Monday, May 12, 2025

The Extent Of Divine Hatred

In Mosaic Law, God is said to hate certain people, some of which is reiterated in Psalms or elsewhere.  He is said to abhor people who wear clothing of the opposite gender (Deuteronomy 22:5), deceitful people (Deuteronomy 25:13-16, Psalm 5:6, Proverbs 6:16-19), and people who commit sexually immoral acts such as incest, bestiality, and adultery (Leviticus 20:23 preceded by specific examples of largely consensual sexual sins along with bestiality).  There is no such thing as an inherent contradiction between loving someone and hating them as long as you hate them for the right reasons and never mistreat them, and Yahweh harbors all of these attitudes towards the same people at once (compare John 3:16 or Romans 5:8 with Proverbs 11:20 or any of the aforementioned verses).

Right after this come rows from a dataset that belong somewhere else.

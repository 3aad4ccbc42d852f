import type { GrowingSetup, Role, TrialStatus } from "@/db/schema/enums";

export const ROLE_LABELS: Record<Role, string> = { admin: "Administrator", coordinator: "Coordinator", cooperator: "Partner grower" };

export const STATUS_LABELS: Record<TrialStatus, string> = {
  draft: "Draft",
  open: "Open",
  collecting: "Collecting data",
  analysing: "Analysing",
  published: "Published",
  archived: "Archived",
};

export const SETUP_LABELS: Record<GrowingSetup, string> = {
  indoor_lights: "Indoors under lights",
  greenhouse: "Greenhouse",
  high_tunnel: "High tunnel",
  field: "Field",
};

/** Formats an ISO date as e.g. "Tue 1 Dec 2026" without time-zone drift. */
export function formatDate(iso: string | null | undefined): string {
  if (!iso) return "—";
  const d = new Date(`${iso.slice(0, 10)}T00:00:00Z`);
  return d.toLocaleDateString("en-GB", { weekday: "short", day: "numeric", month: "short", year: "numeric", timeZone: "UTC" });
}
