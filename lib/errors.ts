/** Error codes the app maps to HTTP statuses and plain messages. */
export type AppErrorCode =
  | "bad_request"
  | "unauthenticated"
  | "forbidden"
  | "not_found"
  | "conflict"
  | "too_many_requests"
  | "db_unavailable";

const STATUS: Record<AppErrorCode, number> = {
  bad_request: 400,
  unauthenticated: 401,
  forbidden: 403,
  not_found: 404,
  conflict: 409,
  too_many_requests: 429,
  db_unavailable: 503,
};

/** An error whose message is safe to show to the person who caused it. */
export class AppError extends Error {
  constructor(
    public readonly code: AppErrorCode,
    message: string,
    public readonly fieldErrors?: Record<string, string[]>,
  ) {
    super(message);
    this.name = "AppError";
  }
  get status(): number {
    return STATUS[this.code];
  }
}

export const isAppError = (e: unknown): e is AppError => e instanceof AppError;

/** Turns any thrown value into a JSON response; unknown errors become a 500 without internals. */
export function toResponse(e: unknown): Response {
  if (isAppError(e)) {
    return Response.json({ error: e.message, code: e.code, fieldErrors: e.fieldErrors }, { status: e.status });
  }
  console.error("Unexpected error", e);
  return Response.json({ error: "Something went wrong on our side. Please try again.", code: "internal" }, { status: 500 });
}
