import { assertRole } from "@/server/auth/guards";
import { AppError, toResponse } from "@/lib/errors";
import { uploadPhotoForViewer } from "@/server/photos/upload";
import { closeUnreadBody, fileWithin, readFormWithin } from "@/server/http/body";
import { assertOwnOrigin } from "@/server/http/origin";

export const runtime = "nodejs";
export const dynamic = "force-dynamic";

/** Attaches a photo (multipart `file`, `trialId`, `siteId`, optional `plotId`, `caption`, `takenOn`, `keepLocation`). */
export async function POST(request: Request) {
  try {
    assertOwnOrigin(request);
    const viewer = await assertRole();
    const form = await readFormWithin(request, "photo");
    const file = fileWithin(form, "photo");
    if (!file) throw new AppError("bad_request", "Choose a photo to attach.");
    const fields = Object.fromEntries([...form.entries()].filter(([, v]) => typeof v === "string"));
    return Response.json(await uploadPhotoForViewer(viewer, fields, new Uint8Array(await file.arrayBuffer())));
  } catch (e) {
    return closeUnreadBody(request, toResponse(e));
  }
}
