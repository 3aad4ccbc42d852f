/** Error codes the app maps to HTTP statuses and plain messages. */
export type AppErrorCode =
  | "bad_request"
  | "unauthenticated"
  | "forbidden"
  | "not_found"
  | "conflict"
  | "payload_too_large"
  | "unsupported_media_type"
  | "too_many_requests"
  | "db_unavailable";

const STATUS: Record<AppErrorCode, number> = {
  bad_request: 400,
  unauthenticated: 401,
  forbidden: 403,
  not_found: 404,
  conflict: 409,
  payload_too_large: 413,
  unsupported_media_type: 415,
  too_many_requests: 429,
  db_unavailable: 503,
};

/** An error whose message is safe to show to the person who caused it. */
export class AppError extends Error {
  constructor(
    public readonly code: AppErrorCode,
    message: string,
    public readonly fieldErrors?: Record<string, string[]>,
  ) {
    super(message);
    this.name = "AppError";
  }
  get status(): number {
    return STATUS[this.code];
  }
}

export const isAppError = (e: unknown): e is AppError => e instanceof AppError;

// mysql2 marks errors that end a connection as fatal; these codes also cover a refused or reset socket
// and a server that is shutting down, which are the ways a MariaDB restart shows up in the driver.
const CONNECTION_CODES = new Set([
  "ECONNREFUSED",
  "ECONNRESET",
  "ETIMEDOUT",
  "EPIPE",
  "EHOSTUNREACH",
  "PROTOCOL_CONNECTION_LOST",
  "PROTOCOL_SEQUENCE_TIMEOUT",
  "PROTOCOL_ENQUEUE_AFTER_FATAL_ERROR",
  "ER_CON_COUNT_ERROR",
  "ER_SERVER_SHUTDOWN",
  "ER_CONNECTION_KILLED",
]);

/** Whether an error (or anything in its cause chain, as Drizzle wraps driver errors) means MariaDB cannot be reached. */
export function isDatabaseUnreachable(e: unknown, depth = 0): boolean {
  if (!e || typeof e !== "object" || depth > 5) return false;
  const err = e as { code?: unknown; fatal?: unknown; cause?: unknown; errors?: unknown };
  if (typeof err.code === "string" && CONNECTION_CODES.has(err.code)) return true;
  if (err.fatal === true) return true;
  if (Array.isArray(err.errors) && err.errors.some((x) => isDatabaseUnreachable(x, depth + 1))) return true;
  return isDatabaseUnreachable(err.cause, depth + 1);
}

// Drizzle's own message is the SQL text; the driver's code underneath is what an operator needs.
function rootCause(e: unknown): string {
  let cur: unknown = e;
  for (let i = 0; i < 5 && cur && typeof cur === "object" && "cause" in cur && (cur as { cause?: unknown }).cause; i += 1) cur = (cur as { cause: unknown }).cause;
  const err = cur as { code?: unknown; message?: unknown };
  return [err?.code, err?.message].filter((x) => typeof x === "string" && x).join(" ") || String(cur);
}

export const DB_UNAVAILABLE_MESSAGE = "Seedplot cannot reach its database just now. Nothing was lost; please try again in a minute.";

/** An AppError for anything the person can act on (including a database outage), otherwise null. */
export function asAppError(e: unknown): AppError | null {
  if (isAppError(e)) return e;
  if (isDatabaseUnreachable(e)) return new AppError("db_unavailable", DB_UNAVAILABLE_MESSAGE);
  return null;
}

/** Turns any thrown value into a JSON response; unknown errors become a 500 without internals. */
export function toResponse(e: unknown): Response {
  const known = asAppError(e);
  if (known) {
    // A database outage is logged once per request so operators see it; the answer stays plain.
    if (known.code === "db_unavailable" && !isAppError(e)) console.error("[db] unavailable:", rootCause(e));
    const headers: HeadersInit = known.code === "db_unavailable" ? { "Retry-After": "30" } : {};
    return Response.json({ error: known.message, code: known.code, fieldErrors: known.fieldErrors }, { status: known.status, headers });
  }
  console.error("Unexpected error", e);
  return Response.json({ error: "Something went wrong on our side. Please try again.", code: "internal" }, { status: 500 });
}
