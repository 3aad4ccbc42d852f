/**
 * Assembles one trait's analysis from plain rows: which sites and plots count, per-site RCBD
 * ANOVAs, the combined analysis over sites, mean separation, warnings and plain-language notes.
 * All statistics come from lib/domain/stats; this module only decides what goes in and how it is told.
 * runAnalysis reads as the list of its steps; each step below takes what it needs and returns its part.
 */
import {
  anovaMultiSite,
  anovaRcbd,
  bartlettFromVariances,
  isStatsError,
  lsd,
  lsdLetters,
  tukeyHsd,
  type AnovaTable,
  type MultiSitePlot,
} from "@/lib/domain/stats";
import { SEED_COUNT_TRAITS, SEEDS_SOWN_CODE } from "@/lib/domain/vocabulary/traits";
import { capitalise, plural } from "@/lib/domain/vocabulary/words";
import { ANOVA_SOURCE_LABELS, EXCLUSION_CATEGORY_LABELS } from "@/lib/domain/vocabulary/labels";
import { countOf, CV_TARGET, cvWords, differenceWithUnit, formatNumber, formatP, hasCv, valueWithUnit } from "./format";
import { analyseGermination, analyseEmergence } from "./germination";
import { assignRanks, compareWithCheck, extremeWord, inStatedOrder, noPairDiffers, orderWords, rankedValue } from "./ranking";
import { analysedAs, isAnalysable, plotValue } from "./values";
import { analyseStability } from "./stability";
import type {
  AnalysisBlock,
  AnalysisInput,
  AnalysisResult,
  AnalysisSettings,
  CombinedAnalysis,
  DescribedExclusion,
  EntryResult,
  InputEntry,
  InputExclusion,
  InputObservation,
  InputPlot,
  InputSite,
  InputTrait,
  MissingPlot,
  PlotValue,
  SiteAnalysis,
  SiteChoice,
} from "./types";

/** Significance level for every test and comparison on the page (the trade's standard 0.05). */
export const ALPHA = 0.05;
/** A site's CV counts as far above the others at this multiple of their median (our rule of thumb, common practice). */
export const CV_OUTLIER_FACTOR = 2;

/** Sites and plots an exclusion removes for this trait (an exclusion without a trait applies to all). */
export function exclusionApplies(exclusion: InputExclusion, traitIds: number[]): boolean {
  return exclusion.traitId === null || traitIds.includes(exclusion.traitId);
}

interface PlotRow {
  plot: InputPlot;
  site: InputSite;
  entry: InputEntry;
  value: number | null;
  reason: string | null;
  excluded: InputExclusion | null;
}

type EntriesById = Map<number, InputEntry>;

/** How the result will be read: `forPublication` tells the notes that the key is revealed by the publication itself. */
export interface RunOptions {
  forPublication?: boolean;
  /** Told how long each step took (benchmarks: scripts/bench-analysis.ts). */
  onStep?: (step: string, ms: number) => void;
}
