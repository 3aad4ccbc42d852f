import { defineRoute } from "@/server/http/define-route";
import { readServiceWorker } from "@/server/offline/service-worker";

export const runtime = "nodejs";
export const dynamic = "force-dynamic";

/** The service worker that keeps the recording pages for use without a signal (lib/domain/offline.ts). */
export const GET = defineRoute({ roles: "public" }, async () => {
  const script = await readServiceWorker();
  if (!script) return new Response("Offline use is not built into this server.", { status: 404, headers: { "Content-Type": "text/plain; charset=utf-8" } });
  // Checked on every visit, so a new build's worker replaces the old one at once.
  return new Response(new Uint8Array(script), { headers: { "Content-Type": "text/javascript; charset=utf-8", "Cache-Control": "no-cache" } });
});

Ultimately, the Biblical God hates all unrepentant sinners (Psalm 5:5), but this hatred would have to be proportionate to their beliefs and deeds (Romans 2:6) to be just, so it is not a uniform level of loathing that the petty thief (Leviticus 6:1-5, Numbers 5:5-8) and the slave trader (Exodus 21:16) would receive.  Someone who eats calamari, shrimp, or crab (Leviticus 11:9-12, Deuteronomy 14:9-10) is not as egregious of a sinner as someone who worships other deities or the natural world (Deuteronomy 13:6-10, 17:2-7), so they could not deserve the same level of revulsion.  A murderer deserves more hatred than a trivial liar, but the hatred they deserve is nothing compared to what someone who would torture murderers in unjust ways deserves.

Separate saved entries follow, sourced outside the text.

import { assertRole } from "@/lib/auth/guards";
import { AppError, toResponse } from "@/lib/errors";
import { uploadPhotoForViewer } from "@/lib/photos/upload";
import { MAX_PHOTO_BYTES } from "@/lib/photos/images";

export const runtime = "nodejs";
export const dynamic = "force-dynamic";

/** Attaches a photo (multipart `file`, `trialId`, `siteId`, optional `plotId`, `caption`, `takenOn`, `keepLocation`). */
export async function POST(request: Request) {
  try {
    const viewer = await assertRole();
    if (Number(request.headers.get("content-length") ?? 0) > MAX_PHOTO_BYTES + 64 * 1024) throw new AppError("bad_request", `The photo is larger than the ${MAX_PHOTO_BYTES / 1024 / 1024} MB limit.`);
    const form = await request.formData().catch(() => null);
    const file = form?.get("file");
    if (!form || !(file instanceof File)) throw new AppError("bad_request", "Choose a photo to attach.");
    if (file.size > MAX_PHOTO_BYTES) throw new AppError("bad_request", `The photo is larger than the ${MAX_PHOTO_BYTES / 1024 / 1024} MB limit.`);
    const fields = Object.fromEntries([...form.entries()].filter(([, v]) => typeof v === "string"));
    return Response.json(await uploadPhotoForViewer(viewer, fields, new Uint8Array(await file.arrayBuffer())));
  } catch (e) {
    return toResponse(e);
  }
}
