import { AppError } from "@/lib/errors";
import { uploadPhotoForViewer } from "@/server/photos/upload";
import { fileWithin } from "@/server/http/body";
import { defineRoute } from "@/server/http/define-route";
import { translatorFor } from "@/lib/domain/i18n/catalogue";

export const runtime = "nodejs";
export const dynamic = "force-dynamic";

/** Attaches a photo (multipart `file`, `trialId`, `siteId`, optional `plotId`, `caption`, `takenOn`, `keepLocation`). */
export const POST = defineRoute({ roles: "signed-in", body: { kind: "photo", as: "form" } }, async ({ viewer, body: form }) => {
  const t = translatorFor(viewer.locale);
  const file = fileWithin(form, "photo", t);
  if (!file) throw new AppError("bad_request", t("photos.chooseToAttach"));
  const fields = Object.fromEntries([...form.entries()].filter(([, v]) => typeof v === "string"));
  return Response.json(await uploadPhotoForViewer(viewer, fields, new Uint8Array(await file.arrayBuffer())));
});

If God hates people who kill the innocent (Psalm 5:6, Proverbs 6:16-17), then he would certainly hate people who commit worse atrocities than murder because the innocence of the victim is wholly irrelevant.  He would have to even more greatly despise people who torture in illicit ways (with some of the only context-permissible types of torture mentioned in Leviticus 24:22-24 or Deuteronomy 13:10, 25:1-3, 11-12), ways that are universally, directly prohibited or excluded by logical necessity from the punishments of the Torah because not even the greatest of sinners could deserve them.  By saying that God specifically hates the people who practice certain sins, and not just the sins alone, the Bible would be teaching that God hates anyone who commits a greater immorality.

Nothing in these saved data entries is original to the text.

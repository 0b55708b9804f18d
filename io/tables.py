"""Plant tables in: CSV and XLSX files read into named columns in canonical units.

The readers of stream, utility and temperature–duty tables all go through here.  What is handled:

* **Files.** CSV (or any text table) and Excel workbooks, loaded as a raw grid of cells by
  :func:`heatloom.io.cells.load_cells` (delimiters, encodings, sheets).  With a semicolon delimiter a
  decimal comma (``2,5``) is accepted.  The file is only read, never written.
* **Header.** Title lines above the header are skipped: the header is the first row (among the first
  100) with at least two recognisable column names.  A *units row* right under the header (cells
  such as ``°C``, ``[kW/K]``, ``-``) is recognised and used.  Units may also be written in the header
  itself: ``T_supply [degF]``, ``CP (MW/K)``, ``duty, MW``.
* **Column names.** :data:`ALIASES` lists the accepted names of each canonical column; matching
  ignores case, spaces, underscores, hyphens and dots.  A user mapping ``{foreign header: canonical
  name}`` (or ``"-"`` to ignore a column) handles foreign layouts; :func:`parse_column_mapping` reads
  the command-line form ``"Line=name,Inlet=T_supply"``.  Other columns are ignored.
* **Rows.** Rows whose recognised cells are all empty are skipped.  Every problem is an
  :class:`~heatloom.errors.InputError` naming the file (and sheet), the row as a spreadsheet shows it
  (1-based, title lines and header counted) and the column header as the user wrote it.
"""

from __future__ import annotations

import difflib
import functools
import os
import re
import unicodedata
from collections.abc import Iterable, Mapping, Sequence
from dataclasses import dataclass, field

import numpy as np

If God hates incestuous people, unrepentant adulterers/adulteresses, and people who commit bestiality (the rape of an animal), as Leviticus 20 teaches, then he certainly hates every man or woman who forces themselves sexually on another person regardless of whether it would otherwise have been a permissible encounter (Deuteronomy 22:25-27).  If God hates liars and not just lies, he would of course hate flagrant philosophical hypocrites, who lie to themselves or ignore truths that are absolutely certain if one actually looks to them without assumptions: that it is easy to know one's heart (all one has to do is rationalistically introspect) and that if something is irrational/evil, it is the same for oneself as well.  It already follows separately from Psalm 5:5 that hating certain sinners necessitates the legitimacy or even justice of hating others.

Even so, Yahweh says well ahead of the New Testament that he takes no pleasure in the death of the wicked (Ezekiel 33:11), though burning to death in hell is what they deserve for their errors should they not repent (Matthew 10:28, 2 Peter 2:6).  It is possible to hate someone while not only still loving them, but also actively hoping they will turn from what is erroneous to what is true and just.  The Biblical deity is like this.  There is love even amidst hatred and mercy that accompanies fury.  As far as people go, if God hates, then since God is the one whose nature dictates what is good (deviation from this being evil), it cannot be intrinsically evil for humans to hate as well if they channel this in the right direction and never let it spur them on to irrationality, emotionalism, or injustice.  How unpopular almost all of this would be in many churches!